BT Group cannot raise prices to plug pension deficit

BT Group has been told it cannot increase regulated wholesale prices to plug its pension deficit.

Communications regulator Ofcom confirmed on 15 December its decision not to change the way it treats BT’s pension costs when setting regulated wholesale charges for telecoms services, including broadband and landlines.

This follows an initial consultation published in December 2009 and a further consultation in July 2010.

Ofcom sets the prices that Openreach, BT’s wholesale access division, can charge other communications providers to deliver services to consumers.

BT’s pension deficit contributions have increased in recent years and Ofcom has considered whether there are good reasons for changing the way that it currently treats BT’s pension costs. At present Ofcom allows for ongoing pension service costs, as reported in BT’s statutory accounts, but excludes payments made by BT in respect of any pension fund deficit.

After considering the evidence, including responses from stakeholders, Ofcom has decided to maintain its current approach.

The pension guidelines that Ofcom has published will also help ensure that the treatment of BT’s pension costs is consistent with setting regulated charges efficiently.

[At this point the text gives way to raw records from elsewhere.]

static void max_run_time(void **unused)
{
    (void)unused;
    struct hs_transfer_rule r = base_rule();
    r.max_run_ms = 3600000;
    r.min_off_ms = 600000;
    struct engine e;
    engine_init(&e, r);
    struct hs_transfer_inputs in = ready_inputs(0);
    assert_int_equal(step(&e, &in).pump_on, 0); /* minimum off time from start-up */
    in.now_ms = 600000;
    assert_int_equal(step(&e, &in).pump_on, 1);
    in.now_ms = 600000 + 3599999;
    assert_int_equal(step(&e, &in).pump_on, 1);
    in.now_ms = 600000 + 3600000;
    struct hs_transfer_decision d = step(&e, &in);
    assert_int_equal(d.pump_on, 0);
    assert_true(d.reasons & HS_XR_MAX_RUN_TIME);
    assert_int_equal(d.advice, HS_ADVICE_WAIT);
    in.now_ms += 599999;
    d = step(&e, &in);
    assert_int_equal(d.pump_on, 0);
    assert_true(d.reasons & HS_XR_MAX_RUN_TIME);
    in.now_ms += 1;
    d = step(&e, &in);
    assert_int_equal(d.pump_on, 1);
    assert_false(d.reasons & HS_XR_MAX_RUN_TIME);
}

static void actuation_writes(void **unused)
{
    (void)unused;
    struct hs_transfer_rule r = base_rule();
    r.actuate = 1;
    struct engine e;
    engine_init(&e, r);
    struct hs_transfer_inputs in = ready_inputs(0);
    assert_int_equal(step(&e, &in).write, HS_WRITE_ON);
    in.source_level.quality = HS_XQ_BAD; /* bad data: safe state, written */
    struct hs_transfer_decision d = step(&e, &in);
    assert_int_equal(d.write, HS_WRITE_OFF);
    assert_int_equal(d.pump_on, 0);
    in.source_level = good(0.5);
    in.manual = good(1); /* local control: never written */
    assert_int_equal(step(&e, &in).write, HS_WRITE_NONE);
    struct hs_xfer_input remote = good(0), local = good(1);
    assert_int_equal(hs_transfer_safe_write(&r, &remote), HS_WRITE_OFF);
    assert_int_equal(hs_transfer_safe_write(&r, &local), HS_WRITE_NONE);
    r.actuate = 0;
    assert_int_equal(hs_transfer_safe_write(&r, &remote), HS_WRITE_NONE);
}

/* Issue 17 point 3: manual is never written, not at shutdown and not while
 * the manual signal is unknown (hands off, and an alarm). */
static void manual_unknown_hands_off(void **unused)
{
    (void)unused;
    struct hs_transfer_rule r = base_rule();
    r.actuate = 1;
    struct engine e;
    engine_init(&e, r);
    struct hs_transfer_inputs in = ready_inputs(0);
    assert_int_equal(step(&e, &in).write, HS_WRITE_ON);
    const hs_xfer_quality unknown[] = {HS_XQ_BAD, HS_XQ_STALE, HS_XQ_ABSENT};
    for (size_t k = 0; k < sizeof unknown / sizeof unknown[0]; k++) {
        in.manual = (struct hs_xfer_input){0, unknown[k]};
        in.now_ms += 1000;
        struct hs_transfer_decision d = step(&e, &in);
        assert_int_equal(d.write, HS_WRITE_NONE);
        assert_int_equal(d.manual_unknown, 1);
        assert_true(d.reasons & HS_XR_MANUAL_UNKNOWN);
        assert_int_equal(d.pump_on, 0);
        assert_int_equal(hs_transfer_safe_write(&r, &in.manual), HS_WRITE_NONE);
    }
    assert_int_equal(hs_transfer_safe_write(&r, NULL), HS_WRITE_NONE);
    /* known again and remote: the safe state is written again */
    in.manual = good(0);
    in.now_ms += 1000;
    struct hs_transfer_decision d = step(&e, &in);
    assert_int_equal(d.manual_unknown, 0);
    assert_int_not_equal(d.write, HS_WRITE_NONE);
    /* without a manual signal, shutdown writes the safe state */
    r.has_manual = 0;
    assert_int_equal(hs_transfer_safe_write(&r, NULL), HS_WRITE_OFF);
}

/* Issue 17 point 6: after lockout_after failed starts the transfer stays off
 * until an operator resets it; one alarm when it locks. */
static void feedback_lockout(void **unused)
{
    (void)unused;
    struct hs_transfer_rule r = base_rule();
    r.actuate = 1;
    r.has_feedback = 1;
    r.feedback_timeout_ms = 10000;
    r.min_off_ms = 20000;
    r.lockout_after = 2;
    struct engine e;
    engine_init(&e, r);
    struct hs_transfer_inputs in = ready_inputs(100000);
    in.run_feedback = good(0);
    e.state.started = 1;
    int lockouts = 0;
    for (int k = 0; k < 600; k++) {
        struct hs_transfer_decision d = step(&e, &in);
        lockouts += d.lockout_alarm;
        in.now_ms += 1000;
    }
    assert_int_equal(lockouts, 1);
    assert_int_equal(e.state.failed_starts, 2);
    assert_int_equal(e.state.locked_out, 1);
    struct hs_transfer_decision d = step(&e, &in);
    assert_true(d.reasons & HS_XR_LOCKOUT);
    assert_int_equal(d.write, HS_WRITE_OFF);
    hs_transfer_reset_lockout(&e.state);
    in.now_ms += 1000;
    d = step(&e, &in);
    assert_false(d.reasons & HS_XR_LOCKOUT);
    assert_int_equal(d.write, HS_WRITE_ON);
    /* a confirmed run clears the count of failed starts */
    in.run_feedback = good(1);
    in.now_ms += 1000;
    step(&e, &in);
    assert_int_equal(e.state.failed_starts, 0);
}

/* Issue 17 point 5: the transfer decides only on its own density source and
 * stops when the source changes during a run. */
static void density_source(void **unused)
{
    (void)unused;
    struct hs_transfer_rule r = base_rule();
    r.actuate = 1;
    r.density_method = HC_METHOD_DENSITOMETER;
    struct engine e;
    engine_init(&e, r);
    struct hs_transfer_inputs in = ready_inputs(0);
    in.source_method = HC_METHOD_DENSITOMETER;
    assert_int_equal(step(&e, &in).write, HS_WRITE_ON);
    in.source_method = HC_METHOD_PSS78; /* densitometer bad: conductivity fallback */
    in.now_ms += 1000;
    struct hs_transfer_decision d = step(&e, &in);
    assert_int_equal(d.write, HS_WRITE_OFF);
    assert_true(d.reasons & HS_XR_DENSITY_SOURCE);
    assert_int_equal(d.advice, HS_ADVICE_BLOCKED);
    /* no configured source: a change of method during a run stops it */
    r.density_method = -1;
    engine_init(&e, r);
    in = ready_inputs(0);
    in.source_method = HC_METHOD_PSS78;
    assert_int_equal(step(&e, &in).write, HS_WRITE_ON);
    in.source_method = HC_METHOD_SITE_CALIBRATION;
    in.now_ms += 1000;
    d = step(&e, &in);
    assert_true(d.reasons & HS_XR_DENSITY_SOURCE);
    assert_int_equal(d.pump_on, 0);
}
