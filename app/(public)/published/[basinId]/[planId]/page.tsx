import type { Metadata } from "next";
import Link from "next/link";
import { notFound } from "next/navigation";
import { PublicPlan } from "@/components/plans/public-plan";
import { CriticalConditions, MethodGroups, ResponsivenessRecord } from "@/components/plans/public-plan-record";
import { Notice } from "@/components/ui/notice";
import { getDb } from "@/db/client";
import { formatWhen } from "@/lib/format/zoned-time";
import { planReport, readSnapshot } from "@/lib/reports/plan-report-data";
import { governingCondition } from "@/lib/results/governing";
import { acknowledgementSummary, responsivenessRows } from "@/lib/results/responsiveness";
import { getPublishedPlanWithMap } from "@/lib/services/plan-reports";

export const metadata: Metadata = { title: "Published plan" };
// The same for every reader (the header learns who is signed in in the browser), so the
// rendered page is stored the first time it is asked for and served from the store while
// it carries the plan's current publication tag (`data-publication` below; checked by one
// row read per request in lib/cache/next-cache-handler.cjs): a plan withdrawn, superseded
// or renamed is rendered afresh at once, in every process. Sent with `s-maxage=300`, so a
// shared cache keeps it at most five minutes, like the downloads.
export const revalidate = 300;
export const dynamicParams = true;
/** No page is rendered at build time (there is no database then); each on its first request. */
export function generateStaticParams(): { basinId: string; planId: string }[] {
  return [];
}

/** A published plan, readable without signing in. */
export default async function PublishedPlanPage({ params }: { params: Promise<{ basinId: string; planId: string }> }) {
  const { basinId, planId } = await params;
  const found = await getPublishedPlanWithMap(getDb(), basinId, planId);
  if (!found) notFound();
  const { plan, basin, network } = found;
  // checked against its schema when the plan was read (lib/plans/snapshot.ts)
  const snapshot = plan.snapshot;
  const record = readSnapshot(plan.snapshot);
  // the PDF's methods, word for word; the critical conditions get their own table below
  const methods = planReport(plan, { name: basin.name, unitSystem: basin.unitSystem }, null).methods.filter((g) => g.heading !== "Critical conditions");
  const timeZone = plan.review?.timeZone ?? "UTC";
  const ack = plan.publicationAcknowledgement;
  return (
    <main className="mx-auto max-w-6xl px-6 py-10" data-publication={found.publication}>
      <p className="text-sm text-ink-soft">
        <Link href="/published">Published plans</Link> · {basin.name}
      </p>
      <h1 className="mt-2">{plan.title}</h1>
      <p className="text-sm text-ink-soft" data-testid="published-line">
        {basin.name} · version {plan.version} · published {plan.publishedAt ? formatWhen(new Date(plan.publishedAt), timeZone) : ""}
      </p>
      {plan.review && (
        <p className="mb-6 text-sm text-ink-soft" data-testid="review-line">
          Public review from {formatWhen(new Date(plan.review.startsAt), timeZone)} to {formatWhen(new Date(plan.review.closedAt ?? plan.review.endsAt), timeZone)}.
        </p>
      )}
      {found.supersededBy && (
        <div className="mb-6">
          <Notice tone="warning" title="Superseded">
            A later version of this plan has been published:{" "}
            <Link href={`/published/${basinId}/${found.supersededBy.id}`}>version {found.supersededBy.version}</Link>. This version stays readable as it was
            published.
          </Notice>
        </div>
      )}
      <PublicPlan
        basinId={basinId}
        planId={plan.id}
        network={network}
        allocation={snapshot.run.result.allocation}
        model={snapshot.run.modelFiles[0].file}
        run={governingCondition(record.run.result).run}
        unitSystem={basin.unitSystem}
        fileStem={`${basin.slug}-plan-v${plan.version}`}
        names={Object.fromEntries(plan.allocations.map((a) => [a.permitId, a.facilityName]))}
        conditionName={governingCondition(record.run.result).name}
        conditions={<CriticalConditions inputs={record.scenario.inputs.conditions} result={record.run.result} unitSystem={basin.unitSystem} />}
        methods={<MethodGroups groups={methods} />}
        responsiveness={
          <ResponsivenessRecord
            rows={responsivenessRows(plan.threads, ack)}
            acknowledgement={ack ? acknowledgementSummary(ack, timeZone) : null}
            timeZone={timeZone}
            respondedAt={Object.fromEntries(plan.threads.map((t) => [t.facilityName ?? "The plan as a whole", t.respondedAt]))}
          />
        }
      />
    </main>
  );
}
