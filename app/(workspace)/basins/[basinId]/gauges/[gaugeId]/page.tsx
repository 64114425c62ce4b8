import type { Metadata } from "next";
import Link from "next/link";
import { notFound } from "next/navigation";
import { FrequencyChart } from "@/components/gauges/frequency-chart";
import { PlanningCaution } from "@/components/results/planning-caution";
import { Denied } from "@/components/ui/denied";
import { Notice } from "@/components/ui/notice";
import { basinPageAccess } from "@/lib/auth/page-access";
import { AppError } from "@/lib/errors";
import { formatIn, unitLabel } from "@/lib/format/quantities";
import { formatWhen } from "@/lib/format/zoned-time";
import { frequencyPlot } from "@/lib/results/frequency-plot";
import { getGaugeRecord } from "@/lib/services/gauges";

export const metadata: Metadata = { title: "Gauge record" };

/** One gauge record: its design low flows, the fits behind them, the frequency plot and the annual minima. */
export default async function GaugePage({ params }: { params: Promise<{ basinId: string; gaugeId: string }> }) {
  const { basinId, gaugeId } = await params;
  const access = await basinPageAccess(basinId, "scenario.read");
  if (!access.ok) return <Denied message={access.message} />;
  const gauge = await getGaugeRecord(access.scope, gaugeId).catch((e) => {
    if (e instanceof AppError && e.status === 404) return null;
    throw e;
  });
  if (!gauge) notFound();
  const system = access.basin.unitSystem;
  const flow = unitLabel("flow", system);
  const stats = gauge.statistics;
  const sevenDay = stats.annual_minima["7"] ?? [];
  const plot = frequencyPlot(sevenDay, stats.lp3["7"]);
  return (
    <div className="space-y-6">
      <p className="text-sm">
        <Link href={`/basins/${access.basin.id}/gauges`}>All gauges</Link>
      </p>
      <section className="card space-y-2">
        <h2>{gauge.name}</h2>
        <p className="text-sm text-ink-soft" data-testid="gauge-provenance">
          {gauge.stationCode ? `Station ${gauge.stationCode} · ` : ""}
          {gauge.reachId ? `on reach ${gauge.reachId} · ` : ""}
          daily record {gauge.firstDay} to {gauge.lastDay} ({gauge.dayCount.toLocaleString("en")} days, {gauge.missingDays.toLocaleString("en")} missing) ·
          read in {gauge.unit === "cfs" ? "cfs" : "m³/s"} from {gauge.fileName} (SHA-256 <span className="font-mono text-xs">{gauge.sha256.slice(0, 16)}…</span>) ·
          uploaded {formatWhen(new Date(gauge.uploadedAt), access.basin.timeZone ?? "UTC")}
          {gauge.uploadedBy ? ` by ${gauge.uploadedBy}` : ""}
        </p>
        <p className="text-sm text-ink-soft">
          Climatic years start on {gauge.climaticYearStart} · {stats.years_used} complete years used, {stats.years_excluded} left out
        </p>
      </section>
      {stats.warnings.length > 0 && (
        <Notice tone="warning" title="About this record">
          <ul className="list-disc pl-5">
            {stats.warnings.map((w) => (
              <li key={w}>{w}</li>
            ))}
          </ul>
        </Notice>
      )}
      <section className="card space-y-3">
        <h2>Design low flows</h2>
        <div className="overflow-x-auto">
          <table className="data-table" data-testid="design-flow-table">
            <thead>
              <tr>
                <th>Statistic</th>
                <th className="num">log-Pearson III ({flow})</th>
                <th className="num">From the ranked years ({flow})</th>
                <th className="num">Days</th>
                <th className="num">Return period (years)</th>
              </tr>
            </thead>
            <tbody>
              {gauge.designFlows.map((d) => (
                <tr key={d.name}>
                  <td>{d.name}</td>
                  <td className="num">{formatIn("flow", d.value, system)}</td>
                  <td className="num">{formatIn("flow", d.empirical, system)}</td>
                  <td className="num">{d.days}</td>
                  <td className="num">{d.return_period_years}</td>
                </tr>
              ))}
            </tbody>
          </table>
        </div>
        <p className="text-xs text-ink-faint">
          &quot;From the ranked years&quot; reads the same return period off the sorted annual minima (plotting position m/(n + 1)), where the record is long
          enough; a dash means it is not.
        </p>
      </section>
      <section className="card space-y-3">
        <h2>7-day low flows: frequency plot</h2>
        {plot.points.length > 0 ? <FrequencyChart plot={plot} days={7} unitSystem={system} /> : <p className="text-sm">No complete year to plot.</p>}
      </section>
      <section className="card space-y-3">
        <h2>The fits</h2>
        <div className="overflow-x-auto">
          <table className="data-table" data-testid="lp3-table">
            <thead>
              <tr>
                <th className="num">Days</th>
                <th className="num">Mean of log₁₀ Q</th>
                <th className="num">Standard deviation</th>
                <th className="num">Skew</th>
                <th className="num">Years fitted</th>
                <th className="num">Zero years</th>
              </tr>
            </thead>
            <tbody>
              {Object.entries(stats.lp3).map(([days, f]) => (
                <tr key={days}>
                  <td className="num">{days}</td>
                  <td className="num">{f.mean_log10.toFixed(4)}</td>
                  <td className="num">{f.sd_log10.toFixed(4)}</td>
                  <td className="num">{f.skew.toFixed(3)}</td>
                  <td className="num">{f.years}</td>
                  <td className="num">{f.zero_years}</td>
                </tr>
              ))}
            </tbody>
          </table>
        </div>
        <p className="text-xs text-ink-faint">Moments of the base-10 logarithms of the non-zero annual minima (flows in m³/s); the skew is bias-corrected.</p>
        <details>
          <summary className="cursor-pointer text-sm">Annual 7-day minima, by climatic year</summary>
          <div className="mt-2 overflow-x-auto">
            <table className="data-table" data-testid="annual-minima-table">
              <thead>
                <tr>
                  <th>Climatic year from</th>
                  <th className="num">7-day minimum ({flow})</th>
                </tr>
              </thead>
              <tbody>
                {sevenDay.map((m) => (
                  <tr key={m.year}>
                    <td>
                      {m.year}-{gauge.climaticYearStart}
                    </td>
                    <td className="num">{formatIn("flow", m.flow, system)}</td>
                  </tr>
                ))}
              </tbody>
            </table>
          </div>
        </details>
      </section>
      <PlanningCaution />
    </div>
  );
}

Ofcom has set out three decisions in relation to BT’s pension costs:

  • No allowance for deficit repair payments. These are cash amounts which BT pays at present to reduce the deficit in the company’s defined benefit (DB) pension fund. Neither deficit repair payments, nor pension “holidays” (periods where employers are able to reduce or suspend their contributions into pension schemes), are currently taken into account when Ofcom sets BT’s regulated charges. Ofcom has decided not to change this.
  • No change to ongoing service costs. These are the costs of pension benefits earned by employees for service in the current period. Ofcom currently includes reported service costs from BT’s statutory accounts in its regulated charges. Ofcom has decided to continue with the current approach as it provides the best estimate of these costs.
  • Treatment of the cost of capital remains unchanged. The cost of capital is an element of the return BT is allowed to make on its investments and assets as periodically determined by Ofcom in order to set charge controls. There is a potential connection between the existence of a DB pension scheme (such as that operated by BT) and the estimated cost of capital. However, Ofcom considers that there is insufficient justification and evidence to support the need to make an adjustment at this point.

In October 2010 the High Court rules the government will take responsibility for BT’s pension scheme in the event the telecommunications firm goes bust.

In November 2010, BT reduced its pension deficit by £2.9bn by applying the government’s decision that the consumer prices index (CPI) rather than retail prices index (RPI) will be used as the basis for determining the rate of inflation for the statutory revaluation and indexation of occupational pension rights.